━━━ MATERIAL FOR THIS EXERCISE
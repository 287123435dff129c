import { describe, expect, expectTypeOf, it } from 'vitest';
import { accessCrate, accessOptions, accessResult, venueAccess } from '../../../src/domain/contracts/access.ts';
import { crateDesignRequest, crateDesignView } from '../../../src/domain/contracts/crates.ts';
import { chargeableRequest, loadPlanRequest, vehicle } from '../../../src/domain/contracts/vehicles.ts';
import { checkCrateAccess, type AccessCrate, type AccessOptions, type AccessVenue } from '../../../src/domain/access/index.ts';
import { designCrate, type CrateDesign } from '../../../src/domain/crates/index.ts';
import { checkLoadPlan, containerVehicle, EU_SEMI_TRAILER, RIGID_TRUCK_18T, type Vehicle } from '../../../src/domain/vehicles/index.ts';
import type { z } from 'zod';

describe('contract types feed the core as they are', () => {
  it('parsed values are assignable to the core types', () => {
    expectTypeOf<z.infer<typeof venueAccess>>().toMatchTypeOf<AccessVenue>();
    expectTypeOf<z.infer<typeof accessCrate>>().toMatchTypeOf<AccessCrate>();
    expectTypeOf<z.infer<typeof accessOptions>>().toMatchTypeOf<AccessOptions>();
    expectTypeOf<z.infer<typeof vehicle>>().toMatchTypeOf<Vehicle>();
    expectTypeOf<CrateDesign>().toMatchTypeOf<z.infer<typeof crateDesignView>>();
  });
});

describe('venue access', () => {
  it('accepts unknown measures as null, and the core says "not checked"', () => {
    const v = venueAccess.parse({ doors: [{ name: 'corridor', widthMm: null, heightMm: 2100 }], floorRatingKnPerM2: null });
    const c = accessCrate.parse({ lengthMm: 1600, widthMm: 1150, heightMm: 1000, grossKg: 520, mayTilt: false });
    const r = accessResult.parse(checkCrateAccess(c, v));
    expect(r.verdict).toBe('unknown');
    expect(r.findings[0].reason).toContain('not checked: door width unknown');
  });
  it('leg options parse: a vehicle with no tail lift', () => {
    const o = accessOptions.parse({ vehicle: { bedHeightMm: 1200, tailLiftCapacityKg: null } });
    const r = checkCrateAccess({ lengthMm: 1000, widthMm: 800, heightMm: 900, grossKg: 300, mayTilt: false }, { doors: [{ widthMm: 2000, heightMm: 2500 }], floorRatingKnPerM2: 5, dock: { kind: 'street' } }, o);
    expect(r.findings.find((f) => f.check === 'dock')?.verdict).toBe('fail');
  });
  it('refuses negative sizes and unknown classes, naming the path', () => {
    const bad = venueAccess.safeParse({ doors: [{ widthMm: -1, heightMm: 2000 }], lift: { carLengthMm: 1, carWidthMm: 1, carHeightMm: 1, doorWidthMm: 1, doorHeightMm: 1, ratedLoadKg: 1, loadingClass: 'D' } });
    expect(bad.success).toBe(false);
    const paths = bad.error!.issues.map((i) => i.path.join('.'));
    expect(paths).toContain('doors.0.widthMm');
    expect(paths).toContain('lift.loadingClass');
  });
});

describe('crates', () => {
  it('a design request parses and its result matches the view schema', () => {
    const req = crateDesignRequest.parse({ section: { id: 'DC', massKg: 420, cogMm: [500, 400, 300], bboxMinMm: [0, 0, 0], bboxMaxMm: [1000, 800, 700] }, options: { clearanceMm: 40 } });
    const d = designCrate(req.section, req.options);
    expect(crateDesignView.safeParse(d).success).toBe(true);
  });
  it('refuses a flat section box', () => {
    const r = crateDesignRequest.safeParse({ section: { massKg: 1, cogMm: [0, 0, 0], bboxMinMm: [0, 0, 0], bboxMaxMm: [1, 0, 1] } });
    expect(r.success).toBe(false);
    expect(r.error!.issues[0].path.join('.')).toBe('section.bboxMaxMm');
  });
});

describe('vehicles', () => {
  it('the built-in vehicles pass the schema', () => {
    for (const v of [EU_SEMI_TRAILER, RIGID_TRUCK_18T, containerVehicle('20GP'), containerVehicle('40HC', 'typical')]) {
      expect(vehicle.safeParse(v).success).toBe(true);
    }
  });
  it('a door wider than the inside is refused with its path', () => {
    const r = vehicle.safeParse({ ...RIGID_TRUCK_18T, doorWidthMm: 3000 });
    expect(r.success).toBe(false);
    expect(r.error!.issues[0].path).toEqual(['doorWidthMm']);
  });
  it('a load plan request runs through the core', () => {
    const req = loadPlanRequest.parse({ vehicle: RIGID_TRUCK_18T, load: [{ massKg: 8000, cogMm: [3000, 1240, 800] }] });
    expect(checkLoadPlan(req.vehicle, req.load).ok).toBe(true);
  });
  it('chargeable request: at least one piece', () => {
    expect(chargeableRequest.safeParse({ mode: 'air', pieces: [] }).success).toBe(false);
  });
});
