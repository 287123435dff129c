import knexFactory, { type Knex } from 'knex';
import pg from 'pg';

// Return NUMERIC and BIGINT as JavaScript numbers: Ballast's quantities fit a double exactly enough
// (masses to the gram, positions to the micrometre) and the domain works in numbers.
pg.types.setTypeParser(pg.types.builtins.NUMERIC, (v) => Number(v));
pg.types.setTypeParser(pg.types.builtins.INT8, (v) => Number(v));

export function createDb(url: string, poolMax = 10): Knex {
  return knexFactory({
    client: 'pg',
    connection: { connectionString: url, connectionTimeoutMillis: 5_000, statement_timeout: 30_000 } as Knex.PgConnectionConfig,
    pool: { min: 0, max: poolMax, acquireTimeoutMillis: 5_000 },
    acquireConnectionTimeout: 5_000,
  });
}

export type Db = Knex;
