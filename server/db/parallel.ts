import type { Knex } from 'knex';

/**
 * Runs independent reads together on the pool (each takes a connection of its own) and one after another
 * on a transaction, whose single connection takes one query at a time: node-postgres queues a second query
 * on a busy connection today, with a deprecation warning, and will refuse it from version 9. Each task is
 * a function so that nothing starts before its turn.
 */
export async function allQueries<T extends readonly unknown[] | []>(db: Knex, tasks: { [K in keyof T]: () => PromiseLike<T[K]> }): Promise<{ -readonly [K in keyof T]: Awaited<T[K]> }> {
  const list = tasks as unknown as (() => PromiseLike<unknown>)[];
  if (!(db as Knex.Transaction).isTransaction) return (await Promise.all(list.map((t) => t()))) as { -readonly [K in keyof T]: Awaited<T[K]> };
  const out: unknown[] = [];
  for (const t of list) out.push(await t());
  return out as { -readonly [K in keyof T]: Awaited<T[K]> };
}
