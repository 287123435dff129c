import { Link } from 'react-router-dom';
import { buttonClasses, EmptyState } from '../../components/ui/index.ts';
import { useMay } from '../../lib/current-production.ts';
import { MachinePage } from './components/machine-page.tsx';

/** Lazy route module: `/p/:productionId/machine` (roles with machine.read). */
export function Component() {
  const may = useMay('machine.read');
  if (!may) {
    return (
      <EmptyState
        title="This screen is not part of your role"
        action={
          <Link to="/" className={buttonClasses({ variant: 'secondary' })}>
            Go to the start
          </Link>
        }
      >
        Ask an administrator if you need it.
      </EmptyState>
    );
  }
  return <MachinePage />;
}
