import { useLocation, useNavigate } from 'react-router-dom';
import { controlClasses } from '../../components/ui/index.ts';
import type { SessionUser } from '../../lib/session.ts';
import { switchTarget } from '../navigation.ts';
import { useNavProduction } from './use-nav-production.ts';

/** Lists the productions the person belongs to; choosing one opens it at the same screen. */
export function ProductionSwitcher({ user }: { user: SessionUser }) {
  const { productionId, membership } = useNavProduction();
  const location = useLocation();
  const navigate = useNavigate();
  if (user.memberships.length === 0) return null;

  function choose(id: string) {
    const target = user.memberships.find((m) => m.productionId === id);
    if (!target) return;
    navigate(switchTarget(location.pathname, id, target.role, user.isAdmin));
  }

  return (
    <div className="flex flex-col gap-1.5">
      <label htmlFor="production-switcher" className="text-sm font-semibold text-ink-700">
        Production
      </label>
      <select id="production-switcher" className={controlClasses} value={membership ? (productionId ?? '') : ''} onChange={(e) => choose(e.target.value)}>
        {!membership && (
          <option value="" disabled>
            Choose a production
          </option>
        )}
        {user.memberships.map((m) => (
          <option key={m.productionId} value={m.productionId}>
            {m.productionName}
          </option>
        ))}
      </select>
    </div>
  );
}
━━━━━━
━━━ MATERIAL FOR THIS EXERCISE
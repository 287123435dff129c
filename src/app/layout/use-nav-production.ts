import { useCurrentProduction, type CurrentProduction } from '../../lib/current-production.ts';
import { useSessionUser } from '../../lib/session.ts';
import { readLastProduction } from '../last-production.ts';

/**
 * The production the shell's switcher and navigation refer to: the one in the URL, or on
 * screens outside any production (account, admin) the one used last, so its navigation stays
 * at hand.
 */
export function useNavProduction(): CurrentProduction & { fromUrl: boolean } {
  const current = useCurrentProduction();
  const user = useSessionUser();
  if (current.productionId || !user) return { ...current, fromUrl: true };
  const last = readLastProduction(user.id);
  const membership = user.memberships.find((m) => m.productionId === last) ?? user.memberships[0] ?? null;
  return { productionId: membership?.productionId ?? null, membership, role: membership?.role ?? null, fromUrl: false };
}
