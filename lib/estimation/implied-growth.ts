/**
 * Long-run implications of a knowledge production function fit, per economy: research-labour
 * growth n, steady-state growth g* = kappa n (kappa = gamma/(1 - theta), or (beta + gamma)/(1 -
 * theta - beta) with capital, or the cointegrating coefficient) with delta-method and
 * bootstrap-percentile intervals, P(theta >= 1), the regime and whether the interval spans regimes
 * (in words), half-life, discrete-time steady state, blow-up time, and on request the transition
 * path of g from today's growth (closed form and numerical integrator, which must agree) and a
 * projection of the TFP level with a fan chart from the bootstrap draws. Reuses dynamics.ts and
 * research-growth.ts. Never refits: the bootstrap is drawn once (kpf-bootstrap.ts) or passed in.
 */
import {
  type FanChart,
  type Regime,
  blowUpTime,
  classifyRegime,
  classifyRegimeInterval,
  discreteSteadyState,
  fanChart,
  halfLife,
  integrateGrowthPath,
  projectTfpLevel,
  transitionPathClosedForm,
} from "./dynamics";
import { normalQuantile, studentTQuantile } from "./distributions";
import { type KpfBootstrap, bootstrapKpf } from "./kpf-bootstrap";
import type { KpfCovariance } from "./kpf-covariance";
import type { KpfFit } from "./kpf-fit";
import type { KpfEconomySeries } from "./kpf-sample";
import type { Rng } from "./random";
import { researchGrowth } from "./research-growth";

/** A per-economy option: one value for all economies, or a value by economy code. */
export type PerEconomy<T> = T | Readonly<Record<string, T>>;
━━━━━━
━━━ MATERIAL FOR THIS EXERCISE
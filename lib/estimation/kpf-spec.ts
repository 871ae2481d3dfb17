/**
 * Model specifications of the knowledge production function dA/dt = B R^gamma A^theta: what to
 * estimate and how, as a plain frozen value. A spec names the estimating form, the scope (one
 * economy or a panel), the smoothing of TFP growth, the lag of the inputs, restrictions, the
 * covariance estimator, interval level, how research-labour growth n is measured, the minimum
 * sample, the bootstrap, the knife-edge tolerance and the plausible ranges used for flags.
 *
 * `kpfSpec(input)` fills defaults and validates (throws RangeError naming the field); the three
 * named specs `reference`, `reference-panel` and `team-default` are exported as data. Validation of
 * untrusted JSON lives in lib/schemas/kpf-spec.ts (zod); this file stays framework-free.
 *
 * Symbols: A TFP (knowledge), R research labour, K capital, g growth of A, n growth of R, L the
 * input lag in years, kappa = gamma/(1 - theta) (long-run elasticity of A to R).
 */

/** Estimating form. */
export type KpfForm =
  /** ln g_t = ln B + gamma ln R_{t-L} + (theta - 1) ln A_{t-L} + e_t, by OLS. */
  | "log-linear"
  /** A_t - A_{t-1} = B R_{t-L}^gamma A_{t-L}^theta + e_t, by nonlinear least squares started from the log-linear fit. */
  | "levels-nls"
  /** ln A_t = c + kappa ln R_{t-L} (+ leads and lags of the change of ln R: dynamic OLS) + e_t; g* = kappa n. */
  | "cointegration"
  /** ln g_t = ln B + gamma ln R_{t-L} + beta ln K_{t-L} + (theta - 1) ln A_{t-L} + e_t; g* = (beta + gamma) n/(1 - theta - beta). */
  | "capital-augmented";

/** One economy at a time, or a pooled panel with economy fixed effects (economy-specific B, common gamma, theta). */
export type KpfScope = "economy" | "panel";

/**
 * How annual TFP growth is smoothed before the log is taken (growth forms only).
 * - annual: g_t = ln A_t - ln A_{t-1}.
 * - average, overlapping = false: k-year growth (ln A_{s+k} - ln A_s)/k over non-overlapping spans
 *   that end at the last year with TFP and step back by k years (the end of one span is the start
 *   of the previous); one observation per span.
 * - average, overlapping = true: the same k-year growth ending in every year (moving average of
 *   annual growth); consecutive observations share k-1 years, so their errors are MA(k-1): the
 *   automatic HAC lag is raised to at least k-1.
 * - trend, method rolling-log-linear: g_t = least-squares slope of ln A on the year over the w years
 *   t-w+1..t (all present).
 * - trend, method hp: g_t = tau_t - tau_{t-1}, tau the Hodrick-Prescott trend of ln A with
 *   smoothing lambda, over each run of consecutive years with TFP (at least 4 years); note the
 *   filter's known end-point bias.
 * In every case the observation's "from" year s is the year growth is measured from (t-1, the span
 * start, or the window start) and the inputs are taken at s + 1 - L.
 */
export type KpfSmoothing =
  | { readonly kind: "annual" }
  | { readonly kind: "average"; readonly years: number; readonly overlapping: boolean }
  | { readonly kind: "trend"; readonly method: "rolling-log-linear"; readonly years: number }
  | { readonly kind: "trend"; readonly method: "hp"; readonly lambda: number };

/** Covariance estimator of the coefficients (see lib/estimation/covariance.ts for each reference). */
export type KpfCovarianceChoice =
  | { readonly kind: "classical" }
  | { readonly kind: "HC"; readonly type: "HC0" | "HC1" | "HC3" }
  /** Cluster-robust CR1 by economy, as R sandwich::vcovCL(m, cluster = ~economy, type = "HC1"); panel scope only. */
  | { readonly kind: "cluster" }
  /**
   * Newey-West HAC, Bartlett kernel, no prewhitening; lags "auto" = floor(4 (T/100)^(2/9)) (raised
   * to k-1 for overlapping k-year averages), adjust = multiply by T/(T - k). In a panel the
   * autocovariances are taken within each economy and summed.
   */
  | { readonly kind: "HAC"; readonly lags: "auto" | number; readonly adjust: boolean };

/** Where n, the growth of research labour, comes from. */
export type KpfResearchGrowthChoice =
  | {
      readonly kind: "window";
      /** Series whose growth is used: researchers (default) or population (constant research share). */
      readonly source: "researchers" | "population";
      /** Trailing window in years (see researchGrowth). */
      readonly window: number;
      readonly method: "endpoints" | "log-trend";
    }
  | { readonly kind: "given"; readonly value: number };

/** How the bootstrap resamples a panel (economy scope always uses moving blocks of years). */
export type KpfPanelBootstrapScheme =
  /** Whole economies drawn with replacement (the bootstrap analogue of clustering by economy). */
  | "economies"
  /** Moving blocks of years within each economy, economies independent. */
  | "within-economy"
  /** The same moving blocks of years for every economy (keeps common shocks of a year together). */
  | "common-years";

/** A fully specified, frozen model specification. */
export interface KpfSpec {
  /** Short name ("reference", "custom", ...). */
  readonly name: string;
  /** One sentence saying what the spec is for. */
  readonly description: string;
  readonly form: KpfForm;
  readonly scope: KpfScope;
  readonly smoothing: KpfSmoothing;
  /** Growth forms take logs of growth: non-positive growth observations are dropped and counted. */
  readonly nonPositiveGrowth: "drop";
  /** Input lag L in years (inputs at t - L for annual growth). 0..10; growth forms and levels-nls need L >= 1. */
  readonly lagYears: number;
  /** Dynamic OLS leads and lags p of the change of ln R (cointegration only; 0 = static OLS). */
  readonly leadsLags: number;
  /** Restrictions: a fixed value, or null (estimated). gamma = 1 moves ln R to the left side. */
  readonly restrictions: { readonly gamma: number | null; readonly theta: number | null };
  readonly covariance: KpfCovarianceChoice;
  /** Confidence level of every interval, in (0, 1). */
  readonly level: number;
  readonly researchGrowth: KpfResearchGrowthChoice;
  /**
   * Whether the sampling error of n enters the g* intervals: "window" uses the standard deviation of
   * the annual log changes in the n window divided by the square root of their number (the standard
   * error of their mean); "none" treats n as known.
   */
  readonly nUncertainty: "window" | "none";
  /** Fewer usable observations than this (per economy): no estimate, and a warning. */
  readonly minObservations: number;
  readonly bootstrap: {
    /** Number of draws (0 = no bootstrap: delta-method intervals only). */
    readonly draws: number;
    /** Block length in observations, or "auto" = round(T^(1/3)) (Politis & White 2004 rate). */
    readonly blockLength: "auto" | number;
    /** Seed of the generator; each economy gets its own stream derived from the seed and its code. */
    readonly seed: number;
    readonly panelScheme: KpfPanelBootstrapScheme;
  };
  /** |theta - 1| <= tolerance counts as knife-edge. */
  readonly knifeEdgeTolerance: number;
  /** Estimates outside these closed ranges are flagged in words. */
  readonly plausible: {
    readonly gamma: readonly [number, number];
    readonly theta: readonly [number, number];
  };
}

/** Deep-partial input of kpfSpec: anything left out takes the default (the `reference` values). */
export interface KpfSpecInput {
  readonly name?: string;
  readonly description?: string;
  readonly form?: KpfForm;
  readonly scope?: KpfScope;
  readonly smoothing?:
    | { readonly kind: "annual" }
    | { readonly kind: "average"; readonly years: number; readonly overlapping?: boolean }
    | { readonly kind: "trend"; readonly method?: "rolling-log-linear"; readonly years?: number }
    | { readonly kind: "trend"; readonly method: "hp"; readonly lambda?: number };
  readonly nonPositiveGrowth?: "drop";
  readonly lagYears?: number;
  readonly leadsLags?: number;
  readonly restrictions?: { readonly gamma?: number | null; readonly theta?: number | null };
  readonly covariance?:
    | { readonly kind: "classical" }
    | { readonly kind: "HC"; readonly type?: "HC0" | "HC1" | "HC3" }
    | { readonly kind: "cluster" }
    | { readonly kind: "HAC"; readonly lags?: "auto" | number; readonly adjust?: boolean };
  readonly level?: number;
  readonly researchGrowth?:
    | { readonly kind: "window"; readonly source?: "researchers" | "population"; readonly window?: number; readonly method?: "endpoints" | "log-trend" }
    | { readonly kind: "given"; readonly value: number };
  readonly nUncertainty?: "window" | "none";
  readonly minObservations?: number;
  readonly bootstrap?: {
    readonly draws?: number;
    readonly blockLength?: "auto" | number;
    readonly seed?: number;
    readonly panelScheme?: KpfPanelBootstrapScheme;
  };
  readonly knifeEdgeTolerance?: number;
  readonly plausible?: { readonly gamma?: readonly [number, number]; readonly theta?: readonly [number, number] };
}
━━━━━━
* ASSIGNED TASK
Looking at the entries, state how many lines hold the string "source", with the number as the sole reply.

* YOUR SOLUTION
2